De rechtbank heeft ook de garantie beoordeeld die door het Openbaar Ministerie Aurich is gegeven, waarin wordt verzekerd dat de opgeëiste persoon, indien veroordeeld, zijn straf in Nederland zal ondergaan. De rechtbank concludeert dat aan de eisen van de Overleveringswet is voldaan en dat er geen weigeringsgronden zijn voor de overlevering.
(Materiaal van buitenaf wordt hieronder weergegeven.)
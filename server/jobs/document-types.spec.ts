import type * as analysis from '@stillpier/analysis';
import type * as contract from '@stillpier/contract';
import type * as guideLog from '@stillpier/guide-log';
import { expectTypeOf, it } from 'vitest';

// The compiler holds these: the libraries know nothing of each other, and the server hands one's results to the next.
it('the document of the analysis is that of the contract', () => {
  expectTypeOf<analysis.AnalysisDocument>().toExtend<contract.AnalysisDocument>();
  expectTypeOf<contract.AnalysisDocument>().toExtend<analysis.AnalysisDocument>();
});

it('the frames of the reader are those that the analysis takes', () => {
  expectTypeOf<guideLog.LogFrames>().toExtend<analysis.LogFrames>();
  expectTypeOf<guideLog.Reading>().toExtend<analysis.Reading>();
});

it('the column map of the contract is that of the reader', () => {
  expectTypeOf<contract.ColumnMap>().toExtend<guideLog.ColumnMap>();
});
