import { expect, it } from 'vitest';
import { EXAMPLE_MAP, guideCsv } from '../../test/support/example-rig';
import { chooseMap } from './choose-map';

const bytes = (text: string) => new TextEncoder().encode(text);
const OWN_HEADERS = bytes('when,east,north\n2026-03-15T01:40:00Z,0.1,0.2\n');
const asked = { decimal: ',' } as const;
const other = { ...EXAMPLE_MAP, map: { decimal: '.' } as const };

it('takes what was asked for before all else', () => {
  expect(chooseMap(bytes(guideCsv(3)), asked, [EXAMPLE_MAP])).toBe(asked);
  expect(chooseMap(OWN_HEADERS, asked, [EXAMPLE_MAP])).toBe(asked);
});

it('needs no map for recognised headers', () => {
  expect(chooseMap(bytes(guideCsv(3)), null, [EXAMPLE_MAP])).toEqual({});
});

it('takes the first saved map that was made for the header line', () => {
  const elsewhere = { ...EXAMPLE_MAP, headerCells: ['when', 'north', 'east'] };
  expect(chooseMap(OWN_HEADERS, null, [elsewhere, EXAMPLE_MAP, other])).toBe(EXAMPLE_MAP.map);
});

it('takes a map that came as a file where all columns that it names are there', () => {
  const sent = { headerCells: null, map: EXAMPLE_MAP.map };
  expect(chooseMap(OWN_HEADERS, null, [sent, other])).toBe(EXAMPLE_MAP.map);
  expect(chooseMap(bytes('when,east\n1,2\n'), null, [sent])).toEqual({});
  const byNumber = {
    columns: {
      '1': { role: 'time', unit: 'iso' },
      '2': { role: 'raError', unit: 'arcsec' },
      '3': { role: 'decError', unit: 'arcsec' },
    },
  } as const;
  expect(chooseMap(OWN_HEADERS, null, [{ headerCells: null, map: byNumber }])).toEqual({});
});

it.each([
  ['other headers', bytes('a,b,c\n1,2,3\n')],
  ['binary data', new Uint8Array(400)],
])('leaves %s to the reader, which says what is missing', (_what, file) => {
  expect(chooseMap(file, null, [EXAMPLE_MAP])).toEqual({});
});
De rechtbank heeft uiteindelijk besloten om de overlevering van de opgeëiste persoon toe te staan, zodat het strafrechtelijk onderzoek in Duitsland kan worden voortgezet. De uitspraak is gedaan door mr. C. Klomp, voorzitter, en mrs. J.A.A.G. de Vries en H.G. van der Wilt, rechters, in aanwezigheid van griffier mr. J.B.C. van der Veer. Tegen deze uitspraak staat geen gewoon rechtsmiddel open.

Uitspraak

RECHTBANK AMSTERDAM

INTERNATIONALE RECHTSHULPKAMER

Parketnummer: 13/752091-18
RK nummer: 19/404
Datum uitspraak: 29 maart 2019
UITSPRAAK
op de vordering ex artikel 23 Overleveringswet (OLW), ingediend door de officier van justitie bij deze rechtbank. Deze vordering dateert van 4 januari 2019 en betreft onder meer het in behandeling nemen van een Europees aanhoudingsbevel (EAB).
Dit EAB is uitgevaardigd op 24 juli 2018 door de
Staatsanwaltschaft Aurich(Duitsland) en strekt tot de aanhouding en overlevering van:
[opgeëiste persoon] ,
geboren te [geboorteplaats] op [geboortedag] 1977,
ingeschreven in de Basisregistratie Personen op het adres:
[adres] ,
hierna te noemen de opgeëiste persoon.

1.Procesgang

De vordering is behandeld op de openbare zitting van 15 maart 2019. Het onderzoek heeft plaatsgevonden in tegenwoordigheid van de officier van justitie mr. N.R. Bakkenes. De opgeëiste persoon is bijgestaan door zijn raadsvrouw, mr. J. Verstegen, advocaat te Amsterdam.
De rechtbank heeft de termijn waarbinnen zij op grond van artikel 22, eerste lid, OLW uitspraak moet doen met dertig dagen verlengd, omdat zij die verlenging nodig heeft om over de verzochte overlevering te beslissen.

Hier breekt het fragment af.